**Activity**
In the listing below, a line holding "for hour, mass" and a line holding "assert mass >" mark the range. Retype both exactly, with all lines between them.

**Extracted records**
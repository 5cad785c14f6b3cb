"""What sets the answer where, and the line of section 2 along a leg, as the analysis page prints them."""

from __future__ import annotations

import re
from dataclasses import replace

import pytest

from briefkit import units
from briefkit.brief.front import row_text
from briefkit.brief.overview import leg_points, leg_sections, set_by_section
from briefkit.envelope.overview import set_by_table
from briefkit.envelope.reductions import reductions
from briefkit.units import POUND


@pytest.fixture(scope="module")
def fleet(operation):
    return operation.fleet["pelquill-2t"]


@pytest.fixture(scope="module")
def table(two_t, operation, fleet):
    return reductions(two_t, fleet, operation.work_areas["vellmark"])


@pytest.fixture(scope="module")
def section(two_t, operation, fleet, table):
    (found,) = leg_sections(two_t, fleet, operation.work_areas["vellmark"], table, operation.legs)
    return found


def test_masses_by_hour_with_the_line_that_holds(two_t, table, section):
    """By hand: 66 lb/h less 6.6 is 59.4 lb/h, 1,946.6 after an hour, 1,900 after 106 / 59.4 = 1.785 h; the reserve is
    reached at 66 lb/h, after 150 / 66 = 2.273 h."""
    rows = [row[:3] for row in section.grid.rows]
    assert [tuple(cell.replace("\u00a0", " ") for cell in row) for row in rows] == [
        ("take-off", "2,006 lb", "2,006 lb"),
        ("1 h", "1,947 lb", "2,006 lb"),
        ("1 h 48 min", "1,900 lb", "1,900 lb"),
        ("2 h", "1,888 lb", "1,900 lb"),
        ("2 h 17 min", "1,871 lb", "1,900 lb"),
    ]
    said = {row.mass.text: row_text(two_t, table, row) for row in table.rows}
    assert all(row[3] == said[row[2]] for row in section.grid.rows)
    assert "66 lb/h, give or take 7\u00a0lb an hour (flight manual 5-10 rev 4)" in section.before[0]


def test_never_a_lighter_line_than_the_mass_the_aircraft_can_have(operation, table):
    leg = replace(operation.legs[0], fuel=replace(operation.legs[0].fuel, value=600 * POUND))
    for hour, mass in leg_points(table, leg):
        slowest = leg.take_off_mass.value - 3600.0 * (leg.burn.value - leg.burn.spread) * hour
        assert mass == pytest.approx(slowest)
        assert mass > leg.take_off_mass.value - 3600.0 * leg.burn.value * hour - 1e-9


def test_a_leg_of_another_aircraft_or_area_is_not_on_this_page(two_t, operation, fleet, table):
    assert leg_sections(two_t, fleet, operation.work_areas["harl"], table, operation.legs) == ()


def test_where_nothing_is_taken_off_a_leg_says_so(two_t, operation, fleet, table):
    limits = replace(table, rows=(table.rows[-1],))
    (said,) = leg_sections(two_t, fleet, operation.work_areas["vellmark"], limits, operation.legs)
    assert said.grid is None
    assert said.before[0].endswith("Nothing is taken off at any of its masses: VNE still limits.")


def test_what_sets_the_answer_where(two_t, operation, fleet, table):
    areas = tuple(operation.work_areas.values())
    section = set_by_section(two_t, fleet, areas, operation.work_areas["vellmark"], table)
    assert section.grid.header == ("Where", *(mass.text for mass in fleet.masses))
    shown = {row[0]: row[1:] for row in section.grid.rows}
    for one in set_by_table(two_t, fleet, areas):
        day = f"{one.oat - units.ZERO_CELSIUS:+.0f}".replace("-", "\u2212")
        where = f"{one.area}, {day} °C"
        if where not in shown:  # the whole line without a figure: said below the table, with the reason
            said = re.compile(rf"No figure, .*{re.escape(one.area)} at [^;:]*{re.escape(day)} °C")
            assert any(said.match(point) for point in section.points), where
            assert one.answer is None
            continue
        cell = shown[where][[mass.text for mass in fleet.masses].index(one.mass.text)]
        if one.answer is None:
            assert cell == "beyond"
        elif one.answer.below_vne == 0.0:
            assert cell == "VNE"
        else:
            assert float(cell) >= one.answer.below_vne
            assert float(cell) % 5.0 == 0.0
    assert any("Sundreth Flats at +47 °C: outside air temperature 47 °C" in point for point in section.points)
    assert not any("-" in point.replace("2-4", "") for point in section.points)  # true minus signs


def test_the_line_of_section_2_stands_above_its_points(two_t, operation, fleet, table):
    """A point may need less than its block: 1,800 lb, 5 kt at the top of the area, 10 on a day between (page.md 1)."""
    section = set_by_section(two_t, fleet, operation.work_areas.values(), operation.work_areas["vellmark"], table)
    assert section.grid.rows[0] == (
        "Vellmark work area, all of it: section 2", "beyond", "beyond", "10", "5", "VNE",
    )  # fmt: skip
    points = [row for row in section.grid.rows[1:] if row[0].startswith("Vellmark work area")]
    assert [row[3] for row in points] == ["5", "5"]


def test_areas_without_a_figure_leave_only_the_line_of_section_2(two_t, operation, fleet, table):
    winter = operation.work_areas["ysbrane_winter"]
    section = set_by_section(two_t, fleet, (winter,), operation.work_areas["vellmark"], table)
    assert len(section.grid.rows) == 1
    assert len(section.points) == 2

**Response**
    for hour, mass in leg_points(table, leg):
        slowest = leg.take_off_mass.value - 3600.0 * (leg.burn.value - leg.burn.spread) * hour
        assert mass == pytest.approx(slowest)
        assert mass > leg.take_off_mass.value - 3600.0 * leg.burn.value * hour - 1e-9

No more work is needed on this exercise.